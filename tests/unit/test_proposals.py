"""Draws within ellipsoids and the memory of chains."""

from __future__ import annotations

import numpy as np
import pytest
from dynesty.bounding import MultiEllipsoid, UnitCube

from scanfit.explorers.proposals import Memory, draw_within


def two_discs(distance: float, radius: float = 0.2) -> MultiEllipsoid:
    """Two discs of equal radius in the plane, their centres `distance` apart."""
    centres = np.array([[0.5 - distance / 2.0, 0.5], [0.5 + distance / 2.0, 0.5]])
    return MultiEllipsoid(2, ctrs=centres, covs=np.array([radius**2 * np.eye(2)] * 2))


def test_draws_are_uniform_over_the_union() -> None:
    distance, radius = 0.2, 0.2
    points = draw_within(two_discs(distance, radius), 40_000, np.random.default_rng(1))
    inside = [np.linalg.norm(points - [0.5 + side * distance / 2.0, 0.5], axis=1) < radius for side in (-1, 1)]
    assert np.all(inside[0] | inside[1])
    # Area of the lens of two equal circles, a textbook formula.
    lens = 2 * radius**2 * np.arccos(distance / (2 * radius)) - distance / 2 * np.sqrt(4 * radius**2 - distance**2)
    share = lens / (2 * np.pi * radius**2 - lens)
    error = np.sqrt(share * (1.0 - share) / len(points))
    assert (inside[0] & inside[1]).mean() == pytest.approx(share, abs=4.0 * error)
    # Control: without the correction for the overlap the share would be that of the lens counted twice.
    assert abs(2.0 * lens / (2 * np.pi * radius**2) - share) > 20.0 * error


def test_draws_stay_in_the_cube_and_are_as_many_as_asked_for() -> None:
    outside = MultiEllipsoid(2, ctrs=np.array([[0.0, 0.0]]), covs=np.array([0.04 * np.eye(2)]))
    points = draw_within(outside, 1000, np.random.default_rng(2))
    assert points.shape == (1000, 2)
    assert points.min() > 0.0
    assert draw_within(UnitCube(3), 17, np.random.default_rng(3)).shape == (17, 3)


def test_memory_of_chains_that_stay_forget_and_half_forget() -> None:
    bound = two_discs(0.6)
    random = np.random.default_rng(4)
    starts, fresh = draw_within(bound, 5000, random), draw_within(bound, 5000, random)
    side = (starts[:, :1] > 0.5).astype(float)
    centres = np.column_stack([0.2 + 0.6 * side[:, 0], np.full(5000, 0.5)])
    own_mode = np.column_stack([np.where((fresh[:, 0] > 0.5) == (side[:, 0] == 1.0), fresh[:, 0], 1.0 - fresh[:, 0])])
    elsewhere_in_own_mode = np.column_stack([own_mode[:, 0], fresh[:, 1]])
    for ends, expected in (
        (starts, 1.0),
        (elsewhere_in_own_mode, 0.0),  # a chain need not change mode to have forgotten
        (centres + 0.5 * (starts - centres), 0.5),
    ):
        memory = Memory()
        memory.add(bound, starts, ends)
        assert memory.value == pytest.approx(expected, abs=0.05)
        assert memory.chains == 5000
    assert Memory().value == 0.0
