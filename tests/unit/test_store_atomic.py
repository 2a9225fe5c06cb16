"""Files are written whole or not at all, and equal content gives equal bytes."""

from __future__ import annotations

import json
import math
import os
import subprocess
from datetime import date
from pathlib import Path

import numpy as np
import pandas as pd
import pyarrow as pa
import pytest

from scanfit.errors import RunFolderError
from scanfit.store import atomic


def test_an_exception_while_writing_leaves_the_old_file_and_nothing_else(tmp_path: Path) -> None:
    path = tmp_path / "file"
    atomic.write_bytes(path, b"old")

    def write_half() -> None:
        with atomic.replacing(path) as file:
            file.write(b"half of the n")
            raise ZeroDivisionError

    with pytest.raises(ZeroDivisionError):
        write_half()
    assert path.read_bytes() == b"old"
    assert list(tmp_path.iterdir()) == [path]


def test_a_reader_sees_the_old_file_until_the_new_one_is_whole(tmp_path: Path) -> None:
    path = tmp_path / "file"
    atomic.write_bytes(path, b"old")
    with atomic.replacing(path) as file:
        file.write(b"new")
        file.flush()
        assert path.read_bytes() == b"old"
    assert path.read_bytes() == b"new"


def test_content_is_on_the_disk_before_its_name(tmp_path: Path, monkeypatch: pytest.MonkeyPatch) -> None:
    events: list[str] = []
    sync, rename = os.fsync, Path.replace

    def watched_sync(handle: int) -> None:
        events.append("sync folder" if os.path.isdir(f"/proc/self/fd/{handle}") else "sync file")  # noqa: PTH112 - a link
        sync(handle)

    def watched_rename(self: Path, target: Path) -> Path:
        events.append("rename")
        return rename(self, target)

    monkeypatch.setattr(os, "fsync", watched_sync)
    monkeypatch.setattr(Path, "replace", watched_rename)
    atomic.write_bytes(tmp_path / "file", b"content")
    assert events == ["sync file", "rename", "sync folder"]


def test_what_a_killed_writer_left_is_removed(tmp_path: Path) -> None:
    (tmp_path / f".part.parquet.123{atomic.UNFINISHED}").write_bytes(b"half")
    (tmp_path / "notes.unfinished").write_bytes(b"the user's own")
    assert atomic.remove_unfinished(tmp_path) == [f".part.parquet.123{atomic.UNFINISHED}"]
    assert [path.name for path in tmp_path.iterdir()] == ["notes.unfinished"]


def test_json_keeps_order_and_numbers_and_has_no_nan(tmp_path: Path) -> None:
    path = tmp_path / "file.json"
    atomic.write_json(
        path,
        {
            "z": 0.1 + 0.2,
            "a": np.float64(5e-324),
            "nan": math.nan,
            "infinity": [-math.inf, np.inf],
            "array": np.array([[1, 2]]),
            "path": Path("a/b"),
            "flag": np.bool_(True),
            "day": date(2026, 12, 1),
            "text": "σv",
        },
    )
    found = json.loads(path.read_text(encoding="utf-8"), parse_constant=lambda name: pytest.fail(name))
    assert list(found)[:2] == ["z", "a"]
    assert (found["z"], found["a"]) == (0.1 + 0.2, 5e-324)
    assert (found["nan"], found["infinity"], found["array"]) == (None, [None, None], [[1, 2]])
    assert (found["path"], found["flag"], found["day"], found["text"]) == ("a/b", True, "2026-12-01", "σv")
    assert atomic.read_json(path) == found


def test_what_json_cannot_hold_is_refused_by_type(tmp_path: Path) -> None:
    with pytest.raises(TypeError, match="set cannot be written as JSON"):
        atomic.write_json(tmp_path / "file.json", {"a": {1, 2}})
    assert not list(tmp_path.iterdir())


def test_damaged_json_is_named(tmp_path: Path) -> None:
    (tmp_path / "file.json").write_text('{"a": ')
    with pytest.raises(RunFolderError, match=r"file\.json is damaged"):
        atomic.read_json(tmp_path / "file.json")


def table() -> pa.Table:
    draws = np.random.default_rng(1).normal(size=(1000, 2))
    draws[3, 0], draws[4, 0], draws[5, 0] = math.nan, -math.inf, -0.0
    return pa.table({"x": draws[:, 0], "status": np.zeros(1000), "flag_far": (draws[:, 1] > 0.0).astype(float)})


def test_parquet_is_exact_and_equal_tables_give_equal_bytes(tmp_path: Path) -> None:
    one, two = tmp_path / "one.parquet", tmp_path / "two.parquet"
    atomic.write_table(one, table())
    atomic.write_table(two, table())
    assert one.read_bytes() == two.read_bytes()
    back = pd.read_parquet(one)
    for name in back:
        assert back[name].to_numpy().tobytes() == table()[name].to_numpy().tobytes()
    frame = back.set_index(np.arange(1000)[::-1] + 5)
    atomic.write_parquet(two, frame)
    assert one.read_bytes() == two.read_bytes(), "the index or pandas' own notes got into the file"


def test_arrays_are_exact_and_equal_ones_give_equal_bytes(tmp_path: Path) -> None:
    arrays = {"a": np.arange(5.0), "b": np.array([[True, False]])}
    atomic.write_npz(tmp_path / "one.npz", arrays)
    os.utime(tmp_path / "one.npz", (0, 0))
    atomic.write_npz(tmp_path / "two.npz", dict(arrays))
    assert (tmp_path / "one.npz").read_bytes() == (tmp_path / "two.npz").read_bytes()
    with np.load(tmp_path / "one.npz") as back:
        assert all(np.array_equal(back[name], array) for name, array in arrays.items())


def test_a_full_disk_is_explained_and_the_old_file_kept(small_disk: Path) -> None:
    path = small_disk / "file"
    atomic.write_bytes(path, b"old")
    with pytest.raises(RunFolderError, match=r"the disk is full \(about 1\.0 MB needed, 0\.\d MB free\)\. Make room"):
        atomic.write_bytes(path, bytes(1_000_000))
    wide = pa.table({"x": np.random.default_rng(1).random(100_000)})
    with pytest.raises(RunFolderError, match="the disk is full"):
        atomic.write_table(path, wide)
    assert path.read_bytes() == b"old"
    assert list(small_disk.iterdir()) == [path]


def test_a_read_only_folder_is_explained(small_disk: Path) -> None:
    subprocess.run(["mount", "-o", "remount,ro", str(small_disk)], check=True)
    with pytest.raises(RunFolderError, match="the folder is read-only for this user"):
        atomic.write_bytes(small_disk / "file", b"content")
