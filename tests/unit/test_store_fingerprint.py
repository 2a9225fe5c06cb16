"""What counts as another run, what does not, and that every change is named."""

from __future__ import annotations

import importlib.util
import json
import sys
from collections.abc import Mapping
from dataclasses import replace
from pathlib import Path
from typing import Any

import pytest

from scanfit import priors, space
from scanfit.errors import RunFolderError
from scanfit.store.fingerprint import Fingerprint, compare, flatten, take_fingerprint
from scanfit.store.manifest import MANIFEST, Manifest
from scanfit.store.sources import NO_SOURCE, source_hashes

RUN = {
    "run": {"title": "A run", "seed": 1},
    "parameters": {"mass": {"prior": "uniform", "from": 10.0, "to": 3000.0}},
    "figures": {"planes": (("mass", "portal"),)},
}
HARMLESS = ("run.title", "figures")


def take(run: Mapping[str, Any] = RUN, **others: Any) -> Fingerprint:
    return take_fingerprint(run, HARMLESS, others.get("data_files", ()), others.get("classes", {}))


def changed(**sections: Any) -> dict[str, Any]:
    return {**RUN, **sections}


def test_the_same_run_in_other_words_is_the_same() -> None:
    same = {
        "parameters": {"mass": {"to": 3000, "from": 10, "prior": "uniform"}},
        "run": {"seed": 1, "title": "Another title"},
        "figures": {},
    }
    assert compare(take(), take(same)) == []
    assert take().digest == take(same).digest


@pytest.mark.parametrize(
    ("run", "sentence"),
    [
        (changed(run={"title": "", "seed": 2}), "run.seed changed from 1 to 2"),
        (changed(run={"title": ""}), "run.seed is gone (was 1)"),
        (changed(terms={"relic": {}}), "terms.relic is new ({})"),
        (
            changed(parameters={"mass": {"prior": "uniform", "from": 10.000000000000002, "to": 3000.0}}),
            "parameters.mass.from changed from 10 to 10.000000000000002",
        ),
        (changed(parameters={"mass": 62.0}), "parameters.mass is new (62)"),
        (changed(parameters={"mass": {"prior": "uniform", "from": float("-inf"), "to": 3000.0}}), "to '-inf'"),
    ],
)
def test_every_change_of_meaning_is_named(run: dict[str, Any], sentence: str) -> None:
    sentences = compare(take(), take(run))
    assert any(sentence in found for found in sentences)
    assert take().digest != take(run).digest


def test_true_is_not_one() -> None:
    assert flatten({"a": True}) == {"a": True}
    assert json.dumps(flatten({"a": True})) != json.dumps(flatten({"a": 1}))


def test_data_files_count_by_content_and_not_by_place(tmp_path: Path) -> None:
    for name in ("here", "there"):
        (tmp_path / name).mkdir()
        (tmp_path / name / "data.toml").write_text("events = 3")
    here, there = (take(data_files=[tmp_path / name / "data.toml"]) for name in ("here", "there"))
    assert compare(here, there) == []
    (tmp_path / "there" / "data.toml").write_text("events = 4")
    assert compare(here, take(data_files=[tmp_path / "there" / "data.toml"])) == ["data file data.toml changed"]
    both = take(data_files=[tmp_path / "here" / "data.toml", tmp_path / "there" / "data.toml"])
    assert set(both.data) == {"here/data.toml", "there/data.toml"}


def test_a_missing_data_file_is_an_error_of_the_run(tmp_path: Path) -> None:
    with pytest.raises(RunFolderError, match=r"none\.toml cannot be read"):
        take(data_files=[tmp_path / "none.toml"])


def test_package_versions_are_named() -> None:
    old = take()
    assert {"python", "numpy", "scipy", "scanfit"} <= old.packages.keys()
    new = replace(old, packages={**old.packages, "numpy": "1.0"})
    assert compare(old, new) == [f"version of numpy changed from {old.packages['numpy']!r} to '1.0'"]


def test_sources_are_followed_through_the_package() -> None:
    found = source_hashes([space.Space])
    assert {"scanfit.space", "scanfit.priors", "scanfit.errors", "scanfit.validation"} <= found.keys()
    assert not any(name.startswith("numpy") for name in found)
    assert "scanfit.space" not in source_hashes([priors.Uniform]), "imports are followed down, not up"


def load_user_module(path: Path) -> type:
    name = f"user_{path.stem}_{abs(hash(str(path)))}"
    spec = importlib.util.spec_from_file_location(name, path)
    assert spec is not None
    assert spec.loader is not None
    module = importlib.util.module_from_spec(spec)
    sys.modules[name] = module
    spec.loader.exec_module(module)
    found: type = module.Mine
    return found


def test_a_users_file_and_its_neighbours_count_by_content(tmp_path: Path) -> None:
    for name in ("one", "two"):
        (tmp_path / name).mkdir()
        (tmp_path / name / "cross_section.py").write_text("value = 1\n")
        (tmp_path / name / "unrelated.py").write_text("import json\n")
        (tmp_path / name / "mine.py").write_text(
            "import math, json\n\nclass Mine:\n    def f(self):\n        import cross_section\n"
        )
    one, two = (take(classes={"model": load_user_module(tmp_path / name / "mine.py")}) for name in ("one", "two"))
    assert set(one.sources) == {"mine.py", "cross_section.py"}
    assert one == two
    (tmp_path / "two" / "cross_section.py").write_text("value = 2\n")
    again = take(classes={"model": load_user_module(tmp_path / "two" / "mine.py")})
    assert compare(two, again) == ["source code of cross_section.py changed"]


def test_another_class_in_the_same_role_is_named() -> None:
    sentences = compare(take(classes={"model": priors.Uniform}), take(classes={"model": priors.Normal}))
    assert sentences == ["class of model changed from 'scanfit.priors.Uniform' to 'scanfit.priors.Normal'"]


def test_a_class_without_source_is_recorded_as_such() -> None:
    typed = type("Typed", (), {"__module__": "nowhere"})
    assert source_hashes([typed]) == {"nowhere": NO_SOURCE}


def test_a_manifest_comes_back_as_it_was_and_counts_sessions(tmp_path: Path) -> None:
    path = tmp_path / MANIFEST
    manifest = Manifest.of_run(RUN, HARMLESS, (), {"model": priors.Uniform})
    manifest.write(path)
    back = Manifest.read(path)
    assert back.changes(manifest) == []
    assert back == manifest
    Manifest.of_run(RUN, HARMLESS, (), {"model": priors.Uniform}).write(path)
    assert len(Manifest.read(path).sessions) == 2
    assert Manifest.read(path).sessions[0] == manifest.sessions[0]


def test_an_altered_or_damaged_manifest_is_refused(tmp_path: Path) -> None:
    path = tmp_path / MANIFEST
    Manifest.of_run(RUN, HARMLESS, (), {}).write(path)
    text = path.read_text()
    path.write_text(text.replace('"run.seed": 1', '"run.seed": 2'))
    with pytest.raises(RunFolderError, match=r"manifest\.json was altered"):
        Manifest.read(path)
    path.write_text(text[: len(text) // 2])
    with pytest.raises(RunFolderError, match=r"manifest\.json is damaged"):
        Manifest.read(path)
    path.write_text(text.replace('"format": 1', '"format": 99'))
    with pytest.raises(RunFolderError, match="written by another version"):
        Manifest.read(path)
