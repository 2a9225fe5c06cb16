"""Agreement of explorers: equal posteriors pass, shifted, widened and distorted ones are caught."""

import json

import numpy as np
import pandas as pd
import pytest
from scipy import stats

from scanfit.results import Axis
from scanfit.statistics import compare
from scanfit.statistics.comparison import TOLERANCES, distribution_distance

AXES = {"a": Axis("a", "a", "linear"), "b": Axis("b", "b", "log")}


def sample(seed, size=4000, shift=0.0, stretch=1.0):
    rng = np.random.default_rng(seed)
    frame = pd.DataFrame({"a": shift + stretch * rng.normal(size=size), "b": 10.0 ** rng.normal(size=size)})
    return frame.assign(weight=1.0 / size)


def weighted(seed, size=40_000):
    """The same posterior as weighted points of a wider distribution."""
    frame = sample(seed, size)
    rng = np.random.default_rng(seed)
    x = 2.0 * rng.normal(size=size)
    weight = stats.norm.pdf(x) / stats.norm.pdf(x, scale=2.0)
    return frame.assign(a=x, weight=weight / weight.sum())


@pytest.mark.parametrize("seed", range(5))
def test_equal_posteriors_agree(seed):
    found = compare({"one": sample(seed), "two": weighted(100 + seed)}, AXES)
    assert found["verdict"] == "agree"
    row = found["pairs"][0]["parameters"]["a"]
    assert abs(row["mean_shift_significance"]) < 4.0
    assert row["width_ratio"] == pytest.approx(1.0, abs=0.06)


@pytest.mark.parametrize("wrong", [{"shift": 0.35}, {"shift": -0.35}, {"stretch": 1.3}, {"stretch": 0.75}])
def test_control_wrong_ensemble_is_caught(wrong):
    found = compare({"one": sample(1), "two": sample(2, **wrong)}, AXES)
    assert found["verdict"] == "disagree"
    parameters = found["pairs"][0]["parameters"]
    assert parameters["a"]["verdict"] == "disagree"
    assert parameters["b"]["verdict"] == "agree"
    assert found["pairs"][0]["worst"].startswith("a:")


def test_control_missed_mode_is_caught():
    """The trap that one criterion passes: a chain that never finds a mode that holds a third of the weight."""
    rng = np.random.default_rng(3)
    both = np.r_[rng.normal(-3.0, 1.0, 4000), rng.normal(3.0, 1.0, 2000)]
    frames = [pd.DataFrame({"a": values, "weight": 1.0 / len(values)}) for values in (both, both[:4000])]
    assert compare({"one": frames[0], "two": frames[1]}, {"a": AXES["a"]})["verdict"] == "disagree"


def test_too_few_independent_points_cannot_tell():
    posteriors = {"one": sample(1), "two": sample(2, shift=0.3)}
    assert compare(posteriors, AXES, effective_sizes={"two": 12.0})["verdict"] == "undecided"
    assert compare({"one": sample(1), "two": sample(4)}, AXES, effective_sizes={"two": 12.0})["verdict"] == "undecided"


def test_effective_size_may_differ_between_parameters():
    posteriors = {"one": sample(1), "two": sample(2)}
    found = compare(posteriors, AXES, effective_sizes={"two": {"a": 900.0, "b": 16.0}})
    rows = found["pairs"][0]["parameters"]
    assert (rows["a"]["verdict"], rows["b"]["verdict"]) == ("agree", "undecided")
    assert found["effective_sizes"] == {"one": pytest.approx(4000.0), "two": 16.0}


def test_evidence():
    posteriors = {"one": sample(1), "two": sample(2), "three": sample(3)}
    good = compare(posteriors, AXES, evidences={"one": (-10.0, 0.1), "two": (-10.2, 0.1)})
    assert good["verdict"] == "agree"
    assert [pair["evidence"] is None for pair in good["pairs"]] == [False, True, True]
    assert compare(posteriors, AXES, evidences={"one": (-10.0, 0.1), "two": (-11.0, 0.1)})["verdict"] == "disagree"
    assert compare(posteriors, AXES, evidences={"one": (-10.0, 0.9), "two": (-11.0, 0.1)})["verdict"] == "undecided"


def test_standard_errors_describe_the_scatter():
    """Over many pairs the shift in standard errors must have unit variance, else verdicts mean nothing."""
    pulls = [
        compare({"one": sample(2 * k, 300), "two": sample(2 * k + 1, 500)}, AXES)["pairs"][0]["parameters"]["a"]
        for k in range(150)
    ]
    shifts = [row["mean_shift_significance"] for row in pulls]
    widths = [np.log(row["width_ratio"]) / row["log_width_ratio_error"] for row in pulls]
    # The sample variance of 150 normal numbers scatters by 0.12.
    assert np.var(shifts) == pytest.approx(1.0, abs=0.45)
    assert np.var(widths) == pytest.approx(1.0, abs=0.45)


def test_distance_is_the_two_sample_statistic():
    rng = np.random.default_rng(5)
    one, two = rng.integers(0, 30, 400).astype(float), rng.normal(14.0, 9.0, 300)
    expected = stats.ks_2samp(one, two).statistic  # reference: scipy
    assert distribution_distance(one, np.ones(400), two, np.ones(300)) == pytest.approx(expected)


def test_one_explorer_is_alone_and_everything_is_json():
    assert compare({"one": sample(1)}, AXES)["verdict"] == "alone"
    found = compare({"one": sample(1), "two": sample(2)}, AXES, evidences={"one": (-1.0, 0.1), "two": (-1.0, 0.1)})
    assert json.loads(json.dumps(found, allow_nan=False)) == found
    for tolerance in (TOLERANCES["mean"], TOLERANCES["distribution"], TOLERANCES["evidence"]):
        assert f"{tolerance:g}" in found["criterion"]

::::::

= GOAL OF THE EXERCISE =
Could you filter the material above and copy each line that holds the word "subprocess"?

= WRITTEN ANSWER =
import subprocess
    subprocess.run(["mount", "-o", "remount,ro", str(small_disk)], check=True)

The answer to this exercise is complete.